Fox Searchlight Internet marketing executive Mark Geller buys ads on RottenTomatoes partly because they don't cost as much as YahooMovies for a front-page ad. "RottenTomatoes casts a pretty wide net," he says. "Their readers like everything from 'Spider-Man' to indie fare. If you're confident you've got a strong, well-reviewed movie, then you leverage RottenTomatoes." (News Corp., parent to 20th Century Fox, now owns both Internet powerhouses IGN Entertainment and http://www.MySpace.com.)
RottenTomatoes' only competition comes from Metacritic (206,000 visitors a month per Media Metrix), founded in January 2000 by three lawyers using private equity: Marc Doyle, Jason Dietz and Julie Doyle Roberts. Another aggregate review site, Metacritic not only measures film reviews but also music, games, books and TV, on a strictly number scale, from 1-100, with color codes of green (positive), yellow (mixed) and red (negative). Among recent theatrical releases, "Annapolis" rates a 37; "Big Momma's House 2," 34; "Nanny McPhee," 59; and "Fateless" an 89.
Co-founder Doyle says the site limits itself to about 40 reputable critics, including those from Slate, Salon and Reelview. "We want users to know who the critics are. We stick to a set number that we follow every week rather than anyone who is not reliably professional. With the aggregation process you get a span of opinion; it's more democratic. Without the Internet, it would not be possible."
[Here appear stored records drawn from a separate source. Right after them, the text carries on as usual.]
describe('the breakdown', () => {
  it('when four blocking findings are open on a budget of 100, then it reads "-12: four open blocking findings" with each finding\'s share', () => {
    const r = computeReadiness(input({ findings: [1, 2, 3, 4].map((n) => finding('blocking', { title: `Blocking ${n}` })), gate: gate({ findingsBudget: 100 }) }));
    expect(r.score).toBe(88);
    expect(r.breakdown).toHaveLength(1);
    expect(r.breakdown[0]).toMatchObject({ part: 'findings', points: -12, text: '-12: four open blocking findings' });
    expect(r.breakdown[0].items.map((i) => [i.kind, i.label, i.points])).toEqual([
      ['finding', 'Blocking 1 (blocking)', -3],
      ['finding', 'Blocking 2 (blocking)', -3],
      ['finding', 'Blocking 3 (blocking)', -3],
      ['finding', 'Blocking 4 (blocking)', -3],
    ]);
  });

  it('when every part loses points, then each entry names its items in plain words', () => {
    const r = computeReadiness(
      input({
        checklist: { requiredTotal: 4, requiredPassedOrNa: 3, openRequired: [{ id: 'i1', title: 'HV interlock loop check' }] },
        findings: [finding('major', { title: 'Coolant weep', dueDate: YESTERDAY }), finding('minor', { title: 'Label missing' })],
        software: { inBaseline: 4, onBaseline: 3, offBaseline: [{ ecuId: 'e1', code: 'BCM', status: 'behind' }] },
        validation: { allocated: 2, passed: 1, notPassed: [{ testId: 't1', name: 'Damp heat cyclic', status: 'failed' }] },
      }),
    );
    // C 0.75 (-10), F 1 - 7/20 = 0.65 (-10.5), S 0.75 (-5), V 0.5 (-5): 69.5.
    expect(r.score).toBe(69.5);
    expect(r.breakdown.map((e) => [e.part, e.points, e.text])).toEqual([
      ['checklist', -10, '-10: one required checklist item not passed'],
      ['findings', -10.5, '-11: two open findings: one major, one minor; one past due'],
      ['software', -5, '-5: one ECU off the baseline'],
      ['validation', -5, '-5: one allocated test not passed'],
    ]);
    expect(r.breakdown[1].items).toEqual([
      { kind: 'finding', id: expect.any(String), label: 'Coolant weep (major, past due)', points: -9 },
      { kind: 'finding', id: expect.any(String), label: 'Label missing (minor)', points: -1.5 },
    ]);
    expect(r.breakdown[0].items).toEqual([{ kind: 'checklist-item', id: 'i1', label: 'HV interlock loop check', points: -10 }]);
    expect(r.breakdown[2].items).toEqual([{ kind: 'ecu', id: 'e1', label: 'BCM: behind the baseline', points: -5 }]);
    expect(r.breakdown[3].items).toEqual([{ kind: 'validation-test', id: 't1', label: 'Damp heat cyclic: failed', points: -5 }]);
  });

  it('when nothing is missing, then the breakdown is empty and the score 100', () => {
    expect(computeReadiness(input())).toMatchObject({ score: 100, result: 'go', breakdown: [] });
  });

  /** mulberry32 (common practice, no source): the same cases on every run. */
  function rng(seed: number) {
    let a = seed >>> 0;
    return (n: number) => {
      a = (a + 0x6d2b79f5) >>> 0;
      let t = a;
      t = Math.imul(t ^ (t >>> 15), t | 1);
      t ^= t + Math.imul(t ^ (t >>> 7), t | 61);
      return Math.floor((((t ^ (t >>> 14)) >>> 0) / 4294967296) * n);
    };
  }
  const r = rng(0xb7ea);
  const severities: FindingSeverity[] = ['safety', 'blocking', 'major', 'minor'];
  const cases = Array.from({ length: 300 }, (_, k) => {
    const total = r(40);
    const allocated = r(6);
    const inBaseline = r(12);
    const weights = [[0.4, 0.3, 0.2, 0.1], [0.25, 0.25, 0.25, 0.25], [0.7, 0.1, 0.1, 0.1], [0.33, 0.33, 0.33, 0.01]][k % 4];
    return [
      k,
      input({
        checklist: checklist(total, r(total + 1)),
        findings: Array.from({ length: r(7) }, () => finding(severities[r(4)], { dueDate: [null, YESTERDAY, TOMORROW][r(3)], status: (['open', 'in-work', 'fixed', 'verified'] as const)[r(4)] })),
        software: software(inBaseline, r(inBaseline + 1)),
        validation: validation(allocated, r(allocated + 1)),
        gate: gate({ findingsBudget: [5, 20, 37][r(3)], weights: { checklist: weights[0], findings: weights[1], software: weights[2], validation: weights[3] } }),
      }),
    ] as const;
  });

  it.each(cases)('when case %s is scored, then its breakdown adds up to score - 100 and each entry to its items', (_k, given) => {
    const result = computeReadiness(given);
    expect(breakdownHundredths(result)).toBe(Math.round((result.score - 100) * 100));
    for (const entry of result.breakdown) {
      expect(entry.points).toBeLessThan(0);
      expect(entry.items.reduce((s, i) => s + Math.round((i.points ?? 0) * 100), 0)).toBe(Math.round(entry.points * 100));
    }
    expect(result.score).toBeGreaterThanOrEqual(0);
    expect(result.score).toBeLessThanOrEqual(100);
  });
});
With its basic staff of four plus freelance contractors, the austerely elegant Metacritic sticks to its bread and butter: aggregating reviews. "We're not as much a multimedia site as RottenTomatoes," says Doyle, who stresses that Metacritic doesn't post as many ads, allow pop-ups or offer as many page views because it is catering to the consumer experience. "We were the first to include the indie film market," he says. "Now we both do it."
Metacritic's revenue comes from licensing data, advertising and links to affiliates like Amazon.com, which gives it a percentage of every sale. Metacritic also was sold last year -- to CNET for a reported low-seven figures. Change is in the air, Doyle says: The site will now add more trailers, images and a community of blogs.
As RottenTomatoes morphs into a movie content site where the reviews are taking a back seat, Metacritic is sticking to its original purpose: collecting critics.